== WORK ITEM ==
Only one stretch of the data below is wanted: the lines starting at the one with "good to a part" and ending at the one with "fn step_on(state: (f64, f64), cut: f64, at: [Standing;", both included, given again exactly.

▼

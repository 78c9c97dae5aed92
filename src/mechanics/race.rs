//! The brisk stretch: from the ligament at which the tree commits to the planned hinge the saw
//! cuts while the tree turns. It gives times and tilts, and never says that a hand is quick enough.

use crate::mechanics::holding::{Demand, Faced, FacedStem, Load};
use crate::mechanics::numeric::GAUSS_8;
use crate::mechanics::root;
use crate::units::{Angle, Area, CutRate, Duration, Inertia, Length, Stress};

/// The race between saw and tree.
#[derive(Debug, Clone, Copy, PartialEq)]
pub struct Race<'a> {
    /// The stem and its face.
    pub cut: FacedStem<'a>,
    /// Modulus of rupture.
    pub mor: Stress,
    /// What the tree asks.
    pub demand: Demand,
    /// Height of the centre of weight.
    pub height: Length,
    /// The tree's inertia about the hinge.
    pub inertia: Inertia,
    /// The saw's rate.
    pub rate: CutRate,
    /// The ligament at which the tree commits.
    pub commit: Length,
    /// The planned hinge.
    pub hinge: Length,
}

/// How the race ends.
#[derive(Debug, Clone, Copy, PartialEq)]
pub struct RaceEnd {
    /// Wood between commit and hinge.
    pub area: Area,
    /// Seconds for it at the rate.
    pub seconds: Duration,
    /// How far the tree has turned when the hinge is reached; `None` past 90 degrees.
    pub tilt: Option<Angle>,
    /// The ligament left when the tree lies at 90 degrees, where it outruns the saw.
    pub left: Option<Length>,
}

/// Runs the race. Where the hinge is reached before the tree commits there is none: all zero.
///
/// # Model
/// `I θ'' = W[(x_cg − x̄(h)) cos θ + z_cg sin θ] + M_extra − MOR·S(h)`, `dh/dt = −q/b(h)`, from
/// rest at commit; the tree never turns back.
/// # Valid for
/// A saw that keeps its rate; `None` where it has none.
/// # Source
/// Newton's law, integrated by the fourth-order Runge-Kutta rule.
pub fn race(input: &Race<'_>) -> Option<RaceEnd> {
    let faced = input.cut.plain();
    let plain = Course::of(input)?;
    if plain.commit <= plain.hinge {
        return Some(RaceEnd {
            area: Area::ZERO,
            seconds: Duration::ZERO,
            tilt: Some(Angle::ZERO),
            left: None,
        });
    }
    let area = plain.area(&faced);
    let end = plain.run(&faced, FINE);
    Some(RaceEnd {
        area: Area::si(area),
        seconds: Duration::si(area / plain.rate),
        tilt: end.tilt.map(Angle::si),
        left: end.left.map(Length::si),
    })
}

/// The rate that keeps the tilt at the hinge under a limit; `None` where there is no race.
///
/// # Model
/// [`race`] solved for the rate.
/// # Valid for
/// Limits well below 90 degrees.
/// # Source
/// As [`race`].
pub fn rate_needed(input: &Race<'_>, limit: Angle) -> Option<CutRate> {
    let faced = input.cut.plain();
    let plain = Course::of(input)?;
    plain
        .rate_needed(&faced, limit.value())
        .map(|rate| CutRate::si(rate.0))
}

/// The step of the reference run, in units of the tree's own time `√(I/(W z))`.
const FINE: f64 = 0.02;
/// The step of the runs over many cases; it agrees with the fine one to a part in a thousand.
pub(crate) const COARSE: f64 = 0.4;

/// Plain numbers of [`Race`], without the stem.
#[derive(Debug, Clone, Copy, PartialEq)]
pub(crate) struct Course {
    pub mor: f64,
    pub load: Load,
    pub height: f64,
    pub inertia: f64,
    pub rate: f64,
    pub commit: f64,
    pub hinge: f64,
}

/// How a run ends, in plain numbers.
#[derive(Debug, Clone, Copy, PartialEq)]
pub(crate) struct CourseEnd {
    pub tilt: Option<f64>,
    pub left: Option<f64>,
}

impl Course {
    fn of(input: &Race<'_>) -> Option<Self> {
        let ready = input.rate > CutRate::ZERO
            && input.inertia > Inertia::ZERO
            && input.height > Length::ZERO;
        ready.then(|| Self {
            mor: input.mor.value(),
            load: Load::of(&input.demand),
            height: input.height.value(),
            inertia: input.inertia.value(),
            rate: input.rate.value(),
            commit: input.commit.value(),
            hinge: input.hinge.value(),
        })
    }

    pub(crate) fn area(&self, faced: &Faced<'_>) -> f64 {
        (faced.ligament(self.commit).sums.area - faced.ligament(self.hinge).sums.area).max(0.0)
    }

    /// Time of the tree: growth rate of a small tilt.
    fn growth(&self) -> f64 {
        (self.load.weight * self.height / self.inertia).sqrt()
    }

    pub(crate) fn run(&self, faced: &Faced<'_>, step: f64) -> CourseEnd {
        let seconds = self.area(faced) / self.rate;
        let steps = libm::ceil(seconds * self.growth() / step).clamp(4.0, 100_000.0);
        let cut = (self.commit - self.hinge) / steps;
        let (mut tilt, mut speed) = (0.0_f64, 0.0_f64);
        let mut thickness = self.commit;
        let mut here = self.standing(faced, thickness);
        for index in 1..=(steps as u32) {
            let next = self.commit - cut * f64::from(index);
            let middle = self.standing(faced, 0.5 * (thickness + next));
            let end = self.standing(faced, next);
            let (turned, faster) = step_on((tilt, speed), cut, [here, middle, end], self);
            tilt = turned.max(0.0);
            speed = if turned > 0.0 {
                faster
            } else {
                faster.max(0.0)
            };
            if tilt >= std::f64::consts::FRAC_PI_2 {
                return CourseEnd {
                    tilt: None,
                    left: Some(next),
                };
            }
            thickness = next;
            here = end;
        }
        CourseEnd {
            tilt: Some(tilt),
            left: None,
        }
    }

    #[inline]
    fn standing(&self, faced: &Faced<'_>, thickness: f64) -> Standing {
        let ligament = faced.ligament(thickness);
        Standing {
            arm: self.load.forward - ligament.centroid,
            held: self.mor * ligament.modulus - self.load.extra,
            per_metre: ligament.width / self.rate,
        }
    }

    /// The rate that ends at a tilt, and that rate by the small-angle sum.
    pub(crate) fn rate_needed(&self, faced: &Faced<'_>, limit: f64) -> Option<(f64, f64)> {
        let small = self.rate_needed_small(faced, limit)?;
        let over = |log_rate: f64| {
            let run = Self {
                rate: libm::exp(log_rate),
                ..*self
            }
            .run(faced, FINE);
            run.tilt.unwrap_or(std::f64::consts::FRAC_PI_2) - limit
        };
        let middle = libm::log(small);
        let (mut low, mut high) = (middle - 0.1, middle + 0.1);
        for _ in 0..40 {
            if over(low) > 0.0 {
                break;
            }
            low -= 0.5;
        }
        for _ in 0..40 {
            if over(high) < 0.0 {
                break;
            }
            high += 0.5;
        }
        Some((libm::exp(root((low, high), 1.0e-9, over)), small))
    }

    /// The same for small angles: `θ(T) = v/(μI) Σ w a b sinh(μ s v)` with `v = 1/q`, `s` the
    /// area still to cut and `a` the moment left over when the tree stands.
    pub(crate) fn rate_needed_small(&self, faced: &Faced<'_>, limit: f64) -> Option<f64> {
        if self.commit <= self.hinge {
            return None;
        }
        let growth = self.growth();
        let half = 0.5 * (self.commit - self.hinge);
        let centre = 0.5 * (self.commit + self.hinge);
        let hinge_area = faced.ligament(self.hinge).sums.area;
        let mut nodes = [(0.0_f64, 0.0_f64); 8];
        for (index, (node, weight)) in GAUSS_8.iter().enumerate() {
            for (side, sign) in [-1.0, 1.0].into_iter().enumerate() {
                let ligament = faced.ligament(centre + sign * half * node);
                let over = self.load.about(ligament.centroid) - self.mor * ligament.modulus;
                nodes[2 * index + side] = (
                    growth * (ligament.sums.area - hinge_area),
                    weight * half * over * ligament.width,
                );
            }
        }
        let target = limit * growth * self.inertia;
        let first: f64 = nodes.iter().map(|(s, share)| s * share).sum();
        if first <= 0.0 {
            return None;
        }
        // Newton on the logarithms from the start of slow growth, which lies beyond the root.
        let mut v = (target / first).sqrt();
        for _ in 0..30 {
            let (mut sum, mut slope) = (0.0, 0.0);
            for (s, share) in nodes {
                let grown = libm::exp((s * v).min(300.0));
                let (sinh, cosh) = (0.5 * (grown - 1.0 / grown), 0.5 * (grown + 1.0 / grown));
                sum += share * sinh;
                slope += share * s * cosh;
            }
            let change = libm::log(target / (v * sum)) / (1.0 + v * slope / sum);
            v *= libm::exp(change);
            if change.abs() < 1.0e-6 {
                break;
            }
        }
        Some(1.0 / v)
    }
}

/// What stands at one ligament: the weight's arm, the moment held, and seconds a metre of cut.
#[derive(Clone, Copy)]
struct Standing {
    arm: f64,
    held: f64,
    per_metre: f64,
}

impl Standing {
    #[inline]
    fn change(&self, state: (f64, f64), course: &Course) -> (f64, f64) {
        let (sine, cosine) = turn(state.0);
        let moment = course.load.weight * (self.arm * cosine + course.height * sine) - self.held;
        (
            state.1 * self.per_metre,
            moment / course.inertia * self.per_metre,
        )
    }
}

/// Sine and cosine by their series: a run ends at a right angle, where both are good to a part
/// in a hundred million, and a table of many cases asks for them tens of thousands of times.
#[inline]
fn turn(angle: f64) -> (f64, f64) {
    // Inverse factorials with their signs: of 3, 5 … 13 and of 2, 4 … 12.
    const SINE: [f64; 6] = [
        -1.0 / 6.0,
        1.0 / 120.0,
        -1.0 / 5_040.0,
        1.0 / 362_880.0,
        -1.0 / 39_916_800.0,
        1.0 / 6_227_020_800.0,
    ];
    const COSINE: [f64; 6] = [
        -1.0 / 2.0,
        1.0 / 24.0,
        -1.0 / 720.0,
        1.0 / 40_320.0,
        -1.0 / 3_628_800.0,
        1.0 / 479_001_600.0,
    ];
    let square = angle * angle;
    let sum = |terms: &[f64; 6]| {
        1.0 + square
            * terms
                .iter()
                .rev()
                .fold(0.0, |sum, term| term + square * sum)
    };
    (angle * sum(&SINE), sum(&COSINE))
}

/// One Runge-Kutta step over a length of cut.
#[inline]
fn step_on(state: (f64, f64), cut: f64, at: [Standing; 3], course: &Course) -> (f64, f64) {
    let ahead = |rate: (f64, f64), by: f64| (state.0 + by * rate.0, state.1 + by * rate.1);
    let k1 = at[0].change(state, course);
    let k2 = at[1].change(ahead(k1, 0.5 * cut), course);
    let k3 = at[1].change(ahead(k2, 0.5 * cut), course);
    let k4 = at[2].change(ahead(k3, cut), course);
    (
        state.0 + cut / 6.0 * (k1.0 + 2.0 * k2.0 + 2.0 * k3.0 + k4.0),
        state.1 + cut / 6.0 * (k1.1 + 2.0 * k2.1 + 2.0 * k3.1 + k4.1),
    )
}

#[cfg(test)]
mod tests {
    use super::*;
    use crate::mechanics::section::Stem;

    #[test]
    fn coarse_runs_and_small_angles_stand_for_the_fine_ones() {
        let stem = Stem::new(Length::cm(45.0), Length::cm(45.0)).unwrap();
        let faced = Faced::new(stem.shape(), 0.15, None);
        for (forward, rate) in [(0.9, 0.0045), (1.0, 0.0030), (1.2, 0.0050)] {
            let load = Load {
                weight: 15_000.0,
                forward,
                extra: 0.0,
            };
            let course = Course {
                mor: 57.0e6,
                load,
                height: 8.0,
                inertia: 140_000.0,
                rate,
                commit: faced.meets(57.0e6, load, 1.0e-13),
                hinge: 0.045,
            };
            let tilt = |step: f64| course.run(&faced, step).tilt.unwrap();
            let (fine, coarse) = (tilt(FINE), tilt(COARSE));
            assert!((coarse / fine - 1.0).abs() < 2.0e-3, "{coarse} {fine}");
            let (exact, small) = course.rate_needed(&faced, Angle::deg(5.0).value()).unwrap();
            assert!((small / exact - 1.0).abs() < 5.0e-3, "{small} {exact}");
        }
    }
}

▲

== WRITTEN ANSWER ==
/// Sine and cosine by their series: a run ends at a right angle, where both are good to a part
/// in a hundred million, and a table of many cases asks for them tens of thousands of times.
#[inline]
fn turn(angle: f64) -> (f64, f64) {
    // Inverse factorials with their signs: of 3, 5 … 13 and of 2, 4 … 12.
    const SINE: [f64; 6] = [
        -1.0 / 6.0,
        1.0 / 120.0,
        -1.0 / 5_040.0,
        1.0 / 362_880.0,
        -1.0 / 39_916_800.0,
        1.0 / 6_227_020_800.0,
    ];
    const COSINE: [f64; 6] = [
        -1.0 / 2.0,
        1.0 / 24.0,
        -1.0 / 720.0,
        1.0 / 40_320.0,
        -1.0 / 3_628_800.0,
        1.0 / 479_001_600.0,
    ];
    let square = angle * angle;
    let sum = |terms: &[f64; 6]| {
        1.0 + square
            * terms
                .iter()
                .rev()
                .fold(0.0, |sum, term| term + square * sum)
    };
    (angle * sum(&SINE), sum(&COSINE))
}

/// One Runge-Kutta step over a length of cut.
#[inline]
fn step_on(state: (f64, f64), cut: f64, at: [Standing; 3], course: &Course) -> (f64, f64) {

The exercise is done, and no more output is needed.